Sehr geehrter Betreiber dieses Forums!
Da ich weder Angst noch Respeckt vor Ihnen habe, schreibe ich heute nicht als Gast. Ich fordere Sie hiermit ein letztes Mal auf die Beiträge "Gästebucheintrag unter fremden Namen" unverzüglich zu löschen. :evil: Ich möchte Sie auf folgendes hinweißen: In der Anonymität kennen Besucher in Foren und Gästebüchern keine Hemmungen. Versteckt hinter Nicknames, sondern sie Hasstiraden ab; es wird beleidigt und verleumdet. Für den Betreiber eines Forums oder Gästebuchs kann das Folgen haben. Was kann dem Website-Betreiber angelastet werden, wie kann er sich schützen? Die Rechtsprechung geht davon aus, dass sich der Betreiber eines Forums oder Gästebuchs fremde Einträge zu Eigen macht, wenn er sie nicht regelmäßig kontrolliert und gegebenfalls löscht. Eine regelmäßige Kontrolle ist dem Dienstanbieter zuzumuten. Im Fall einer Klage können Anwalts- und Gerichtskosten auf Ihn zu kommen. Er muß mit Abmahnungen rechnen. Schlimmstenfalls muß er Schadensersatz leisten oder Schmerzensgeld zahlen, wenn das allgemeine Persönlichkeitsrecht verletzt wurde oder auf Geschäftsschädigung geklagt wird. Klagen vermeiden: Wer kontrolliert, haftet nicht: Konkret, was den Zeitraum der Überprüfung angeht, wurde das Landgericht Trier in einem Urteil. In diesem Fall ging es darum, dass in einem Gästebuch anonym Unwahrheiten über den Kläger verbreitet wurden. Das Landgericht verpflichtete den Beglagten dazu, den Eintrag zu löschen und entschied, dass er sein Gästebuch mindestens einmal wöchentlich zu prüfen habe. Härter erwischt hat es einen Schüler, der in seinem Gästebuch Gewaltdrohungen gegen Lehrer ausgesprochen hatte. Er wurde von der Schule verwiesen. usw. ... Ein Dienstanbieter haftet für fremde Inhalte sobald er von diesen Kenntnis hat. ... Kritik ist in öffentlichen Foren erlaubt. Verbreitet jemand Unwahrheiten, besteht unter anderem ein Unterlassungsanspruch gegen den Uhrheber.
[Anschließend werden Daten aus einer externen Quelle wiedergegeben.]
import { requireMember } from '@/lib/auth';
import { handler } from '@/lib/http';
import { listImports } from '@/lib/imports';

export const dynamic = 'force-dynamic';

/** GET: the co-op's imports, newest first (admins). */
export const GET = handler<{ coop: string }>(async (_req, { coop }) => {
  const actor = await requireMember(coop, 'imports:manage');
  return { imports: await listImports(actor) };
});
Da sich der aber oft nicht ermitteln laßt, haftet der Forumsbetreiber - selbst dann wenn er sich durch einen sogenannten Disclaimer von fremden Inhalten auf seiner Seite distanzieren möchte. Betreiber eines Forums dürfen den Inhalt von privaten Diskussionsbeiträgen in Foren nicht veröffentlichen. Die Rechtsprechung geht davon aus, dass sich der Betreiber die gesamten Inhalte seines Forums zu Eigen macht. Gruß Claudia ... 0

-> -> -> http://www.internetrecht-rostock.de -> -> -> :argue:


----------



## Heiko (22 März 2003)

Ich hab kein rechtliches Problem in den von Ihnen angesprochenen Artikeln feststellen können.
Die sind - bis auf das was von Ihnen stammt - völlig neutral und nicht zu beanstanden.
Wenn Ihnen das nicht passt, dann brauchen Sie hier nicht mehr herkommen. Ihren Account habe ich deaktiviert, da Sie hier vermutlich nicht allzu viel Sinnvolles beizutragen haben (wenn ich mir Ihre Artikel so anschaue...).
Ich wünsche Ihnen noch ein schönes Leben - wo immer das sein wird - und möchte Sie bitten, dieses Forum vor weiteren Ergüssen zu bewahren.


----------



## Devilfrank (23 März 2003)

Maschendrahtzaun...fällt mir da spontan ein.
Vielleicht will ja hier noch jemand berühmt werden...
 :roll:


----------



## Heiko (23 März 2003)

Vielleicht sollten wir mal den S. R. fragen, ob er noch ein sinnloses Lied schreiben will.
Vielleicht beteiligt er uns ja an den Tantiemen...


----------



## Baller Otto (24 März 2003)

Claudia schrieb:
			
		

> ...Betreiber eines Forums dürfen den Inhalt von privaten Diskussionsbeiträgen in Foren nicht veröffentlichen...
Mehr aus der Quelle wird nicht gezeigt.